BMW Night Vision 2.jpeg


Is Night Vision Worth It?


"We've looked at it and a lot of our customers have looked at it and it's too expensive for a very minimal benefit," said Dan Galves, a senior vice president at Intel Corporation's Mobileye. "It's not something that's really necessary because optical cameras actually do pretty well at night and you have a radar system as backup that is not affected by light."


Galves does have a point. LiDAR systems bounce laser lights to make sense of what shapes objects have and where they are located. Those lasers, though, can't determine whether those objects are living, which is why autonomous vehicles have trouble detecting animals and pedestrians. 


"For LiDAR, the question is, ‘Is it a fire hydrant or is it a 4-year old?'" said Tim LeBeau, vice president of Seek Thermal, who's trying to market the brand's infrared sensors that are currently being used by law enforcement. "With fire hydrants, you can predict what's going to happen. Four-year-olds, you cannot." 


While night vision isn't exactly new technology for cars – General Motors introduced the tech on the Cadillac DeVille back in 2000 – it's unlikely that more brands will adopt it in the near future. The issue, besides the cost, also has something to do with durability. 

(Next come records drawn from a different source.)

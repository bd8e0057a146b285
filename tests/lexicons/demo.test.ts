// The shipped demo (lexicons/demo): the manifest loads, every lexicon row reads, and every entry
// runs through both varieties with no diagnostics, no syllabification lints and writable output.

import { describe, expect, test } from "vitest";
import { loadManifest } from "../../src/lexicon/manifest.js";
import { readLexicon, type LexiconRow, type RejectedRow } from "../../src/lexicon/read.js";
import { WORD_EDGE, type Sym } from "../../src/interp/index.js";
import { applyGrammar } from "../../src/interp/index.js";
import { DEMO, EN_US, derive, grammarAt, ipaOf, variety, type Variety } from "./harness.js";
import { CANADIAN } from "./variety-build.js";

async function readDemo(): Promise<{ rows: LexiconRow[]; rejects: RejectedRow[]; diagnostics: readonly unknown[] }> {
  const reader = readLexicon(DEMO + "lexicon.csv", { inventory: variety("grammar.strata").inventory });
  const rows: LexiconRow[] = [];
  const rejects: RejectedRow[] = [];
  for await (const item of reader) {
    if (item.kind === "row") rows.push(item);
    else rejects.push(item);
  }
  return { rows, rejects, diagnostics: reader.diagnostics };
}

describe("the demo manifest", () => {
  test("names the lexicon and the three varieties with their grammars", () => {
    const { manifest, diagnostics } = loadManifest(DEMO);
    expect(diagnostics).toEqual([]);
    expect(manifest?.lexicon).toBe(DEMO + "lexicon.csv");
    expect(manifest?.varieties.map((v) => [v.name, v.lang, v.grammar])).toEqual([
      ["general", "en-US", EN_US + "grammar.strata"],
      ["careful", "en-US", EN_US + "careful.strata"],
      ["regional", "en-CA", CANADIAN],
    ]);
  });
});

describe("the demo lexicon", () => {
  test("every row reads, with no rejects and no file-level diagnostics", async () => {
    const { rows, rejects, diagnostics } = await readDemo();
    expect(rejects).toEqual([]);
    expect(diagnostics).toEqual([]);
    expect(rows.length).toBeGreaterThanOrEqual(300);
    // ids are unique
    expect(new Set(rows.map((r) => r.id)).size).toBe(rows.length);
  });

  test("has phrases, words with two pronunciations and entries left to default stress", async () => {
    const { rows } = await readDemo();
    expect(rows.filter((r) => r.pron.includes("#")).length).toBeGreaterThanOrEqual(5);
    const perWord = new Map<string, number>();
    for (const r of rows) perWord.set(r.word, (perWord.get(r.word) ?? 0) + 1);
    expect([...perWord.values()].filter((n) => n === 2).length).toBeGreaterThanOrEqual(5);
    expect(rows.filter((r) => !r.stressMarked).map((r) => r.word).sort()).toEqual(["Caddow", "Dovrenny", "Keswin", "Odalie", "Tallowmere", "Wendaby"]);
  });

  const VARIETIES: [string, () => Variety][] = [
    ["grammar.strata", () => variety("grammar.strata")],
    ["careful.strata", () => variety("careful.strata")],
    ["the regional (Canadian) grammar", () => grammarAt(CANADIAN)],
  ];
  for (const [file, load] of VARIETIES) {
    test(`every entry runs through ${file}: no diagnostics, no lints, no cap, every segment writable`, async () => {
      const v = load();
      const { rows } = await readDemo();
      const problems: string[] = [];
      for (const r of rows) {
        const word: Sym[] = [WORD_EDGE, ...r.symbols, WORD_EDGE];
        const run = applyGrammar(v.prepared, v.inventory, word);
        for (const d of run.diagnostics) problems.push(`${r.word}: ${d.message}`);
        for (const l of run.lints) problems.push(`${r.word}: ${l.code} ${l.message}`);
        if (run.capped) problems.push(`${r.word}: variants capped`);
        for (const o of run.outputs) if (ipaOf(v, o).includes("?")) problems.push(`${r.word}: unwritable segment in ${ipaOf(v, o)}`);
        // every word of every output has exactly one primary stress (default stress included)
        const words = ipaOf(v, run.preferred).split(" ");
        for (const w of words) if (r.stressMarked === false && [...w].filter((c) => c === "ˈ").length !== 1) problems.push(`${r.word}: ${w} has no single primary stress`);
      }
      expect(problems).toEqual([]);
    });
  }

  test("every step of each variety has work to do in the demo lexicon", async () => {
    const { rows } = await readDemo();
    for (const [file, load] of VARIETIES) {
      const v = load();
      const used = new Set<string>();
      for (const r of rows) {
        const run = applyGrammar(v.prepared, v.inventory, [WORD_EDGE, ...r.symbols, WORD_EDGE]);
        for (const t of run.trace) if (t.changed) used.add(t.step);
      }
      expect([...used].sort(), file).toEqual(v.grammar.steps.map((s) => s.name).sort());
    }
  });

  test("the scenario's showcase entries, read from the lexicon", async () => {
    const { rows } = await readDemo();
    const general = variety("grammar.strata");
    const careful = variety("careful.strata");
    const pron = (word: string): string => {
      const row = rows.find((r) => r.word === word);
      if (row === undefined) throw new Error(`${word} is not in the demo lexicon`);
      return row.pron;
    };
    // Ladefoged & Johnson, ch. 3 (from memory): glottal stop before syllabic n in casual speech, t in careful
    expect(derive(general, pron("Tasperton")).preferred).toBe("ˈtʰæ.spɚ.ʔn̩");
    expect(derive(careful, pron("Tasperton")).preferred).toBe("ˈtʰæ.spɚ.tn̩");
    // same source: dental t before θ in the phrase's first word; the space is the phrase's word break
    expect(derive(general, pron("Eighth Street")).preferred).toBe("ˈeɪt̪θ ˈstɹit");
    // Kahn 1976 (from memory): flap in "thirty", not in careful speech
    expect(derive(general, pron("thirty")).preferred).toBe("ˈθɝ.ɾi");
    expect(derive(careful, pron("thirty")).preferred).toBe("ˈθɝ.ti");
    // Chomsky & Halle 1968 (from memory): default stress on the antepenult when the penult is light
    expect(derive(general, pron("Dovrenny")).preferred).toBe("ˈdɑːv.ɹɛ.ni");
    // Kahn 1976 (from memory): the t of an s + t onset stays plain (the phrase "next stop")
    expect(derive(general, pron("next stop")).preferred).toBe("ˈnɛkst ˈstɑp");
  });
});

"Night vision cameras – like all pieces of hardware is automated driving – have their benefits as well as their drawbacks," said Ellen Carey, a spokeswoman for Audi. "This specific technology will need to overcome challenges of cost, field of view and increased durability to meet the stringent criteria for automation-grade sensors." 


Autonomous cars, though, are supposed to be safer than human drivers. And while automakers and tech companies have been quick to reveal that cars can drive down a stretch of road on their own, finding a solution to driving at night will continue to be a pressing issue.